RAW DATA section start
import { describe, expect, it } from 'vitest'
import { readCsv } from '#shared/bins'
import { RESULT_CAUTION, studyToCsv, studyToJson, studyToLatex, type StudyForExport } from '#shared/export'
import { makeBands } from '#shared/physics/uncertainty/band'
import { handMadeResult } from './result'

/** Two sets of one hand-made study (invented numbers). */
function twoSets(): StudyForExport {
  const r = handMadeResult()
  const other = { ...r.provenance, setConfidenceLevelPercent: 68, set: { name: 'Quill', version: '22', kind: 'replicas' }, prescription: 'replicas, 68% interval', resultVersion: 1, approval: { state: 'draft' as const } }
  return {
    study: { id: 'st-1', name: 'High-mass DY, test' },
    observable: r.observable,
    binColumns: r.binColumns.slice(0, 2),
    bins: r.bins,
    sets: [
      { id: 'Bramble-H-1.2', provenance: r.provenance, band: r.bands[0]!.band },
      { id: 'Quill-22', provenance: other, band: makeBands([1.3, 0.1, 1.3e-5], [0.119, 0.0367, 0.98e-6], [0.119, 0.0367, 0.98e-6]) }
    ]
  }
}

describe('all of a study\'s sets side by side', () => {
  it('CSV: the bins once, each set\'s columns, each set\'s provenance and the caution', () => {
    const text = studyToCsv(twoSets())
    expect(text).toContain('# set Bramble-H-1.2: Bramble-H version 1.2 (hessian-pairs, family Bramble); Hessian pairs, asymmetric; 68% CL')
    expect(text).toContain('# set Quill-22: Quill version 22 (replicas); replicas, 68% interval; 68% CL; result version 1, draft, not reviewed')
    expect(text).toContain(`# caution: ${RESULT_CAUTION}`)
    const { records } = readCsv(text, { comment: '#' })
    expect(records[0]!.fields.slice(0, 3)).toEqual(['mMin', 'mMax', 'central[Bramble-H-1.2]'])
    expect(records[0]!.fields).toContain('central[Quill-22]')
    expect(records).toHaveLength(4)
  })
  it('JSON: one entry per set with its provenance, values per bin by set id', () => {
    const json = JSON.parse(JSON.stringify(studyToJson(twoSets())))
    expect(json.format).toBe('sheaf-study-sets')
    expect(json.sets.map((s: { id: string }) => s.id)).toEqual(['Bramble-H-1.2', 'Quill-22'])
    expect(json.caution).toBe(RESULT_CAUTION)
    expect(json.bins[0].values['Quill-22']).toMatchObject({ central: 1.3, plus: 0.119 })
  })
  it('LaTeX: one column per set under one head, the sets in the key, PDG rounding', () => {
    const tex = studyToLatex(twoSets())
    expect(tex).toContain('Columns (a) Bramble-H 1.2, Hessian pairs, asymmetric; (b) Quill 22, replicas, 68\\% interval.')
    expect(tex).toContain('$1.30 \\pm 0.12$') // 0.119 → 0.12, by the PDG rule
    expect(tex).toContain('$0.10 \\pm 0.04$') // 0.0367 → 0.04
    expect(tex).toContain('% caution: ')
    expect(tex).toContain('Leading-order prediction')
  })
})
RAW DATA section end
- WHAT YOU WILL DO -
Filter the listing for the word "toContain" and copy each line that has it.

- SOLUTION TO THE EXERCISE -
    expect(text).toContain('# set Bramble-H-1.2: Bramble-H version 1.2 (hessian-pairs, family Bramble); Hessian pairs, asymmetric; 68% CL')
    expect(text).toContain('# set Quill-22: Quill version 22 (replicas); replicas, 68% interval; 68% CL; result version 1, draft, not reviewed')
    expect(text).toContain(`# caution: ${RESULT_CAUTION}`)
    expect(records[0]!.fields).toContain('central[Quill-22]')
    expect(tex).toContain('Columns (a) Bramble-H 1.2, Hessian pairs, asymmetric; (b) Quill 22, replicas, 68\\% interval.')
    expect(tex).toContain('$1.30 \\pm 0.12$') // 0.119 → 0.12, by the PDG rule
    expect(tex).toContain('$0.10 \\pm 0.04$') // 0.0367 → 0.04
    expect(tex).toContain('% caution: ')
    expect(tex).toContain('Leading-order prediction')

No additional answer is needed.